[RECORDED DATA]
--*--

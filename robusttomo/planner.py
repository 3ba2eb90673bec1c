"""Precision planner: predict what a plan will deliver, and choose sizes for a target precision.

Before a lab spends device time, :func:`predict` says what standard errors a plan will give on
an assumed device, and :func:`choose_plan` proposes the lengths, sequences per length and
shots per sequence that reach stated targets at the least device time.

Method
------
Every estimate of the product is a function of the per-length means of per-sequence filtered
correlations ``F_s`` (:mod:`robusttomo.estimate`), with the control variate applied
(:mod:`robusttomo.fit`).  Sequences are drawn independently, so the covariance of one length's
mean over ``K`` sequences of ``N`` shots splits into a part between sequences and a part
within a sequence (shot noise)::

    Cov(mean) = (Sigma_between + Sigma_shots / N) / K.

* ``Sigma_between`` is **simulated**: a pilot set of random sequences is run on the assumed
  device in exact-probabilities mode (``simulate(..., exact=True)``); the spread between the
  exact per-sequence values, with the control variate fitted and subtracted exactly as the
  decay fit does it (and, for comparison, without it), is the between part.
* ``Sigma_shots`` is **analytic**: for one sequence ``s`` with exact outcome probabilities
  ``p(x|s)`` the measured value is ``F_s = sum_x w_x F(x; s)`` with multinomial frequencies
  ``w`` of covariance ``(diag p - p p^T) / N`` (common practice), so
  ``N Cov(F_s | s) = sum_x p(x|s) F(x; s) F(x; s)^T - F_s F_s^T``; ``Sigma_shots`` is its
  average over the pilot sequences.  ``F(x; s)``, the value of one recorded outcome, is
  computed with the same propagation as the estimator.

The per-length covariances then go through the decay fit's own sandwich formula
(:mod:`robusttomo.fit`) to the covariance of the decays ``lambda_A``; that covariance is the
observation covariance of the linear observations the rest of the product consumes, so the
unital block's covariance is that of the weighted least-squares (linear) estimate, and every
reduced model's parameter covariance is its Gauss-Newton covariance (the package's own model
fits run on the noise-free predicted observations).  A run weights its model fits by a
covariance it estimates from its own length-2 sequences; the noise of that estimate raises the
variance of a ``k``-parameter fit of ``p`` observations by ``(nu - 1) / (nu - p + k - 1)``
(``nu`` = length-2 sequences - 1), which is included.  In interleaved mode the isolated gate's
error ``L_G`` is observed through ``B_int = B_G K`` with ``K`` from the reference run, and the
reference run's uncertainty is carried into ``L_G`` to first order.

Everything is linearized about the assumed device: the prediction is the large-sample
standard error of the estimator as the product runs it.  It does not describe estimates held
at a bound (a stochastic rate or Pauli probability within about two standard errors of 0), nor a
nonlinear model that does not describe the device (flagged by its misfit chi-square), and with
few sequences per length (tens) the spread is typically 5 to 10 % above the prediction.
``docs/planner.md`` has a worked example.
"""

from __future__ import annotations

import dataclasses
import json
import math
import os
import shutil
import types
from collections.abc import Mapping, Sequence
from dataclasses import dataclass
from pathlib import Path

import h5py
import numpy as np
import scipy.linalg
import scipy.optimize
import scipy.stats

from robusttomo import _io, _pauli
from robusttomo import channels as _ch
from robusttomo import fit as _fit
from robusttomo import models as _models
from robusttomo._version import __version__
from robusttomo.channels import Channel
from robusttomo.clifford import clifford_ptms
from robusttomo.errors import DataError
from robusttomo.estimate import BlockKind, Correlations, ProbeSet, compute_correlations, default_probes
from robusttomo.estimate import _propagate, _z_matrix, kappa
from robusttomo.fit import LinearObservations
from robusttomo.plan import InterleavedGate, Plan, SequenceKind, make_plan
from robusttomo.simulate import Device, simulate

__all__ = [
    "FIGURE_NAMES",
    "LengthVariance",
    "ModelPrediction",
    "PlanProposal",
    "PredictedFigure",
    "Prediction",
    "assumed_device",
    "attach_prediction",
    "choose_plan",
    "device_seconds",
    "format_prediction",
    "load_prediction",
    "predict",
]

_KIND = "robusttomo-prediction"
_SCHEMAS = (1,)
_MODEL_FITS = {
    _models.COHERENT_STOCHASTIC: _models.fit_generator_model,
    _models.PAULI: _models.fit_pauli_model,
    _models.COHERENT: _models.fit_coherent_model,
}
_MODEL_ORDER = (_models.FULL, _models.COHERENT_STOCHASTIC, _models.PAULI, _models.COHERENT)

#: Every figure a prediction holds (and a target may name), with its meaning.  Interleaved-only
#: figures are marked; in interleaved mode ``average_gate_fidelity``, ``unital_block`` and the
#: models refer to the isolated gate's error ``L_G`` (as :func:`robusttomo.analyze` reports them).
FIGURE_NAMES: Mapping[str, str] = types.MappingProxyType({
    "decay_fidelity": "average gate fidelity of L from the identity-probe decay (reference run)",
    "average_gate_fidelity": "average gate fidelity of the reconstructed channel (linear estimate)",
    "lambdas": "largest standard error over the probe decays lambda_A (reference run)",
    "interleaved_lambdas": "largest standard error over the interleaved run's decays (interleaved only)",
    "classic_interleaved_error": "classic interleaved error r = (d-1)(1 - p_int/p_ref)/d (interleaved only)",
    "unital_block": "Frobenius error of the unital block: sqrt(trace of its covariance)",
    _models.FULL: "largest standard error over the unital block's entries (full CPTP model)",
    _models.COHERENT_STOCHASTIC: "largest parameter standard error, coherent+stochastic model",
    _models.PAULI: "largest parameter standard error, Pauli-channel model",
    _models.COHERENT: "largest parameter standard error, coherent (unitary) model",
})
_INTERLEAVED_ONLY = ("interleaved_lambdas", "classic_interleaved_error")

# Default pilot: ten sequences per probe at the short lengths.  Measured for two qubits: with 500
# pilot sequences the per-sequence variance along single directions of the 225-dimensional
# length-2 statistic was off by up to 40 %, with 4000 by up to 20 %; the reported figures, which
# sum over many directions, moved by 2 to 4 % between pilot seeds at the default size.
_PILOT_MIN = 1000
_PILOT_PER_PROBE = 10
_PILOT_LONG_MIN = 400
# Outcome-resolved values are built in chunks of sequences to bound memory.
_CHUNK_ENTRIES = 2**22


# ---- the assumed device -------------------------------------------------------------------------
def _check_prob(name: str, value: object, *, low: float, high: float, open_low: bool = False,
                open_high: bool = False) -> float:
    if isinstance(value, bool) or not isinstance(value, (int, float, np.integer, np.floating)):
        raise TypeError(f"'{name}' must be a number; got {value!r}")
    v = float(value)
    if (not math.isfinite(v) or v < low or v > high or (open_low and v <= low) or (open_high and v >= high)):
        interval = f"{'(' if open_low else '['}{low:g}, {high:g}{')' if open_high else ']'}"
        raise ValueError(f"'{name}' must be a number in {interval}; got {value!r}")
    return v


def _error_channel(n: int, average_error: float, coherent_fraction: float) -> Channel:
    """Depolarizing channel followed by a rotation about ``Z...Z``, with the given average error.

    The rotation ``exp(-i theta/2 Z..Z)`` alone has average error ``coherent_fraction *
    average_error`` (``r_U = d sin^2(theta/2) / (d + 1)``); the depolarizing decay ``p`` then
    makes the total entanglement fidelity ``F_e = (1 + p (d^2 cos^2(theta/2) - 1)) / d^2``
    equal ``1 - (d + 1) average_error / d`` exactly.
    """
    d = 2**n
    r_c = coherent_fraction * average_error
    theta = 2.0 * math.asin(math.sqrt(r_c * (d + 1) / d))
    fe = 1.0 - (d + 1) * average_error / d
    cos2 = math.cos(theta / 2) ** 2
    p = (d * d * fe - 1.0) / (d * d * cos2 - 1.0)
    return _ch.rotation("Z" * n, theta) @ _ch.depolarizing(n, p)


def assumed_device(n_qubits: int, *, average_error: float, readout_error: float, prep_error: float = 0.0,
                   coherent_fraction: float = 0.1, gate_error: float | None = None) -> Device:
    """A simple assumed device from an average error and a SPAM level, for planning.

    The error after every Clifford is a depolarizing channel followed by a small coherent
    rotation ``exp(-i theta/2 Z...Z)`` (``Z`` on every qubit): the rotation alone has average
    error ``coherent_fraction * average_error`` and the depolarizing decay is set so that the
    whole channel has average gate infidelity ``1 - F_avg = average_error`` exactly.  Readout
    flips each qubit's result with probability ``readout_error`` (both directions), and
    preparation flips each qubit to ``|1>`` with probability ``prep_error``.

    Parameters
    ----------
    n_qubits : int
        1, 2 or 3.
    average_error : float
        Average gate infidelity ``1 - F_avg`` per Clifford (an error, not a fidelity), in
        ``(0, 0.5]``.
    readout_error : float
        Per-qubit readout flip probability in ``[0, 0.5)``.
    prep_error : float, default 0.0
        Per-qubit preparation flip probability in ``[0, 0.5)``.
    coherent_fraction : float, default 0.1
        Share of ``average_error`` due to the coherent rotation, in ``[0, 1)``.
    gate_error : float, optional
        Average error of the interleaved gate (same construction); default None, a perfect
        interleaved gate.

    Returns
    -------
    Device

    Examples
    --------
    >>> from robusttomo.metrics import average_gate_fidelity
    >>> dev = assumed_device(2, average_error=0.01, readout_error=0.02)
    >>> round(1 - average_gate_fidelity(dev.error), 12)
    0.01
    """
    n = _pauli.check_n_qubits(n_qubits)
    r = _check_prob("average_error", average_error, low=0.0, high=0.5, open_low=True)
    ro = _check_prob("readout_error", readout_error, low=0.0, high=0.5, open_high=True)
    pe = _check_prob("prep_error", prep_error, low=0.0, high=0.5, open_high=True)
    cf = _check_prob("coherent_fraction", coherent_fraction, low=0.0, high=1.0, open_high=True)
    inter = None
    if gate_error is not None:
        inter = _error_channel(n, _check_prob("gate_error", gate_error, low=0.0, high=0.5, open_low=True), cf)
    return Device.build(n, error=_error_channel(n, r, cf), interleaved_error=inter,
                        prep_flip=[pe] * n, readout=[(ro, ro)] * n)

--*--

[EXERCISE] Return exactly the lines above from the line that has "import json" through the line that has "from robusttomo import channels as _ch", inclusive, and nothing else.

[SOLUTION BELOW]
import json
import math
import os
import shutil
import types
from collections.abc import Mapping, Sequence
from dataclasses import dataclass
from pathlib import Path

import h5py
import numpy as np
import scipy.linalg
import scipy.optimize
import scipy.stats

from robusttomo import _io, _pauli
from robusttomo import channels as _ch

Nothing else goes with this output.